Мысль эту Пирогов и осуществил в принятой им сортировке раненых, о которой мы уже говорили выше и которая практиковалась им на перевязочных пунктах и при приеме больших транспортов. Что касается дальнейшей судьбы раненых, то Пирогов, считая крайне неблагоприятным скопление громадного числа больных и раненых вблизи театра военных действий в районе расположения действующих войск, предложил систему рассредоточивания, то есть раненых после битвы, как можно скорее, рассредоточивать и отделять, размещая их в близлежащих деревнях и городах. Эта система была применена пруссаками с блестящим успехом во франко-прусскую войну. Касаясь другого вопроса, весьма важного, а именно – наиболее полной научной обработки медицинских наблюдений на войне, Пирогов еще за год до Женевской конвенции предлагал сделать медицину во время войны нейтральной.

“Военные врачи воюющих держав, – читаем мы в “Началах военно-полевой хирургии”, – должны быть членами одного общего врачебно-статистического комитета… Воюющие стороны могут согласиться и в том, чтобы доставлять врачам все средства, служащие к разъяснению научных вопросов, интересующих все человечество, и устранить по возможности препятствия к взаимным совещаниям и корреспонденциям врачей, а врачи обеих сторон в свою очередь должны быть обязаны честным словом и присягой не злоупотреблять данною им свободой действий”.

Эта мысль о научном общении врачей воюющих сторон так занимала Пирогова в Крымскую кампанию и он так много говорил об этом, что в Севастополе сложилась легенда, будто бы Пирогов ездил в неприятельский лагерь на небывалую консультацию.

По возвращении из Крыма в декабре Пирогов вскоре оставил кафедру хирургии в Медико-хирургической академии. Что Пирогов не “оставил и не изменил хирургии”, это он блестящим образом доказал своими классическими “Началами общей военно-полевой хирургии”. Он доказал это также, откликнувшись немедленно на приглашение Красного Креста посетить и осмотреть военно-санитарные учреждения в франко-прусскую войну 1870 года и на вторичное приглашение того же Общества осмотреть военно-врачебные учреждения нашей армии в 1877 году. От второй, крайне утомительной поездки Пирогова не мог удержать и его возраст – а было ему уже 67 лет. Это не было “изменой” с его стороны. Это было sйparation du corps,[6] в котором на долю Пирогова выпала, быть может, страдательная роль.

Эти соображения невольно просятся на перо, если вспомнить, например, о приеме, встреченном Пироговым по возвращении с Кавказа, и о некоторых других аналогичных эпизодах его служебных отношений. Во весь петербургский период деятельности Пирогову приходилось постоянно вести мелкую и бесплодную войну. Он был и желал быть хирургом и профессором хирургии, но он не умел и не желал ни быть, ни казаться чиновником хирургии.

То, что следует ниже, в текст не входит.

/**
 * Sign-up → invitation e-mail → accept → role-checked access, against the running production
 * build, real MariaDB and the maildev inbox. Each test file makes its own crews and users.
 */
import { beforeAll, describe, expect, it } from "vitest";
import { acceptInvitation } from "@/lib/crews/invitations";
import { Client } from "../helpers/http";
import { linkIn, tokenFromLink, waitForMail } from "../helpers/inbox";
import { newLead, testPassword, uniqueEmail } from "../helpers/people";

const plan = (name: string) => ({
  name,
  waypoints: [
    { name: "A", lat: 53.47, lon: -3.05 },
    { name: "B", lat: 53.471, lon: -3.051 },
  ],
});

describe("a crew and its roles", () => {
  let crewA: Awaited<ReturnType<typeof newLead>>;
  const lead = new Client();
  const pilot = new Client();
  const observer = new Client();
  const pilotEmail = uniqueEmail("pilot");
  const observerEmail = uniqueEmail("observer");
  let routePlanId: number;

  beforeAll(async () => {
    crewA = await newLead("alpha");
    expect(await lead.signIn(crewA.email, testPassword)).toBeNull();
  });

  it("sends an invitation e-mail whose link accepts once", async () => {
    const res = await lead.post(`/api/crews/${crewA.crewId}/invitations`, { email: pilotEmail, role: "pilot" });
    expect(res.status).toBe(201);
    const mail = await waitForMail(pilotEmail, /invited to join alpha crew/);
    const link = linkIn(mail, "/invite/");
    const page = await new Client().get(new URL(link).pathname);
    expect(page.status).toBe(200);
    expect(await page.text()).toContain("Join alpha crew");

    const token = tokenFromLink(link);
    const joined = await acceptInvitation(token, { name: "Pat Pilot", password: testPassword });
    expect(joined.crewId).toBe(crewA.crewId);
    await expect(acceptInvitation(token, { name: "Again", password: testPassword })).rejects.toThrow(/already used|expired/);
    const spent = await new Client().get(new URL(link).pathname);
    expect(await spent.text()).toContain("no longer works");
  });

  it("lets the invited pilot sign in, read and write route plans", async () => {
    expect(await pilot.signIn(pilotEmail, testPassword)).toBeNull();
    const me = await (await pilot.get("/api/me")).json();
    expect(me.crews).toEqual([{ crewId: crewA.crewId, name: "alpha crew", role: "pilot" }]);
    const created = await pilot.post("/api/route-plans", plan("Pilot's loop"));
    expect(created.status).toBe(201);
    routePlanId = (await created.json()).id;
    const read = await pilot.get(`/api/route-plans/${routePlanId}`);
    expect(read.status).toBe(200);
    expect((await read.json()).routePlan.waypoints).toHaveLength(2);
  });

  it("refuses lead-only writes to a pilot with 403", async () => {
    expect((await pilot.post("/api/builds", { name: "Rover", vehicleType: "ground" })).status).toBe(403);
    expect((await pilot.post(`/api/crews/${crewA.crewId}/invitations`, { email: uniqueEmail("x"), role: "pilot" })).status).toBe(403);
  });

  it("lets an observer read but not write", async () => {
    await lead.post(`/api/crews/${crewA.crewId}/invitations`, { email: observerEmail, role: "observer" });
    const token = tokenFromLink(linkIn(await waitForMail(observerEmail, /invited/), "/invite/"));
    await acceptInvitation(token, { name: "Olly Observer", password: testPassword });
    expect(await observer.signIn(observerEmail, testPassword)).toBeNull();

    expect((await observer.get(`/api/route-plans/${routePlanId}`)).status).toBe(200);
    expect((await observer.get(`/api/crews/${crewA.crewId}/members`)).status).toBe(200);
    expect((await observer.post("/api/route-plans", plan("Not allowed"))).status).toBe(403);
    expect((await observer.post("/api/builds", { name: "Nope", vehicleType: "boat" })).status).toBe(403);
  });

  it("lets the lead create builds", async () => {
    const res = await lead.post("/api/builds", { name: "Mudskipper", vehicleType: "ground", bandMhz: 868 });
    expect(res.status).toBe(201);
    const { id } = await res.json();
    const build = (await (await observer.get(`/api/builds/${id}`)).json()).build;
    expect(build.name).toBe("Mudskipper");
    expect(build.channels).toHaveLength(18);
  });

  it("answers 404 for another crew's records and shows none of their data", async () => {
    const other = await newLead("bravo");
    const outsider = new Client();
    expect(await outsider.signIn(other.email, testPassword)).toBeNull();
    for (const path of [`/api/route-plans/${routePlanId}`, `/api/crews/${crewA.crewId}/members`, `/api/crews/${crewA.crewId}/invitations`]) {
      const res = await outsider.get(path);
      expect(res.status, path).toBe(404);
      expect(await res.text()).not.toContain("Pilot's loop");
    }
    // Naming crew A's id in the body does not get a record into crew A.
    expect((await outsider.post("/api/route-plans", { ...plan("Intruder"), crewId: crewA.crewId })).status).toBe(404);
    const mine = await (await outsider.get("/api/route-plans")).json();
    expect(mine.routePlans).toEqual([]);
  });

  it("answers 401 to callers who are not signed in", async () => {
    const anon = new Client();
    expect((await anon.get("/api/me")).status).toBe(401);
    expect((await anon.get(`/api/route-plans/${routePlanId}`)).status).toBe(401);
    expect((await anon.post("/api/route-plans", plan("x"))).status).toBe(401);
  });

  it("validates input with every field error and 422", async () => {
    const res = await lead.post("/api/route-plans", { name: "", waypoints: [{ name: "A", lat: 100, lon: 0 }] });
    expect(res.status).toBe(422);
    const fields = (await res.json()).error.details.fields;
    expect(Object.keys(fields)).toEqual(expect.arrayContaining(["name", "waypoints", "waypoints.0.lat"]));
  });
});
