/**
 * The server-action authorisation matrix: every server action (found twice — in the production
 * build's server-reference-manifest.json and by reading the "use server" files' exports) × every
 * caller (signed out, observer, pilot, lead) × the caller's own crew and another crew, called over
 * HTTP the way the browser calls it (POST to the page with `Next-Action`, the argument list
 * encoded by React's encodeReply) against the running test build. It complements
 * access-matrix.test.ts, which covers the API route handlers.
 *
 * OWASP ASVS 4.0.3:
 * - V4.1.1 — access control is enforced on the trusted service layer: every cell is an HTTP call to
 *   the action endpoint, never a hidden button; the form's own fields (crewId, runId, userId…) are
 *   attacker-controlled and are sent as such.
 * - V4.1.3 — least privilege: a member below an action's minimum role gets "Your role in this crew
 *   does not allow that", a signed-out caller "Sign in to continue", and nothing changes.
 * - V4.2.1 — insecure direct object references: another crew's crew, run, member, invitation and
 *   another user's API token answer "… not found" (never a forbidden-with-details), foreign ids in a
 *   user-scoped form are ignored, crew B's records are re-read after every cell and must be
 *   unchanged, and no crew B data (name, e-mails, run title) appears in any answer.
 * - V4.2.2 — cross-site request forgery: an action posted with a foreign Origin is refused.
 * - V3.5.2 / V3.5.3 — forms act on the browser session only: an API token cannot drive them, and a
 *   tampered session cookie counts as signed out. V3.3.1 — sign-out ends the session on the server: a
 *   copied cookie is refused afterwards. A member removed from the crew loses access
 *   with the session they already hold (V4.1.1: checks run on every call, not at sign-in).
 *
 * An action that is not in `expectations` fails "no expectation for <file>#<name>", and the build's
 * manifest and the source must list the same actions, so a new action cannot ship without its row.
 */
import { randomBytes } from "node:crypto";
import { readdirSync, readFileSync } from "node:fs";
import { join, relative, sep } from "node:path";
import { and, eq, inArray } from "drizzle-orm";
import { afterAll, beforeAll, describe, expect, it } from "vitest";
import { db } from "@/db/client";
import { demoCrew } from "@/db/demo-crew";
import { getUserById } from "@/db/queries/users";
import { apiTokens, benchTests, builds, crews, invitations, memberships, passwordResets, runNotes, runs, users, type Role } from "@/db/schema";
import { createApiToken } from "@/lib/api-tokens";
import { hashToken, newToken } from "@/lib/auth/secrets";
import { acceptInvitation } from "@/lib/crews/invitations";
import { simulateRun } from "@/scripts/simulator/simulate-run";
import { toCsv } from "@/scripts/simulator/write-logs";
import { markAsBenchRun } from "../helpers/bench-log";
import { Client } from "../helpers/http";
import { linkIn, tokenFromLink, waitForMail } from "../helpers/inbox";
import { newLead, testPassword, uniqueEmail } from "../helpers/people";
import { callAction, formOf, manifestActions, pagePath, type ActionResult } from "../helpers/server-action";
import { settledRun, uploadLog } from "../helpers/uploads";

// ---- Action discovery ------------------------------------------------------------------------

const root = process.cwd();

function sourceFiles(dir: string): string[] {
  return readdirSync(dir, { withFileTypes: true }).flatMap((e) => {
    const p = join(dir, e.name);
    if (e.isDirectory()) return e.name === "node_modules" ? [] : sourceFiles(p);
    return /\.(ts|tsx|js|mjs)$/.test(e.name) ? [p] : [];
  });
}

Пирогов – человек науки – был человеком кабинета, но не был человеком салона.

Неожиданное оставление им кафедры хирургии в Медико-хирургической академии было тяжелым ударом для развития хирургии в России. Пирогов имел все данные для того, чтобы создать многочисленную школу хирургов из своих учеников.

Восточная война кончилась. “Русская Троя” – Севастополь – лежала в развалинах. Пирогов, привыкший вдумываться в самые мелкие факты, в глубоком раздумье остановился перед только что завершившейся исторической драмою. Но не с точки зрения той специальной роли, которая выпала на его долю, не с точки зрения той науки, свой опыт и знания в которой он самоотверженно прилагал в осажденном городе! Врач и хирург уступил в нем место патриоту и мыслителю. Наряду с “огромными, зловонными ранами, заражающими воздух вредными для здоровья испарениями”, Пирогова поразили другие не менее зловонные, не менее огромные и не менее заражающие воздух язвы нравственного организма русского общества. Не вопросы хирургии, не вопросы лечения ран физических, а вопросы лечения язв нравственных, “вопросы жизни” общества заняли ум Пирогова. Над этими вопросами он думал в долгие и безотрадные месяцы Севастопольской осады, сталкиваясь с людьми, готовыми пожертвовать общественными интересами для своей личной пользы. Как Диоген, искал Пирогов людей, а находил вместо них далеко не безупречных чиновников. В чем крылась причина этого печального явления, обнаружившегося во всем своем безобразии в крымскую кампанию? Как помочь этому горю? Вот вопросы, на которые Пирогов стал искать ответа.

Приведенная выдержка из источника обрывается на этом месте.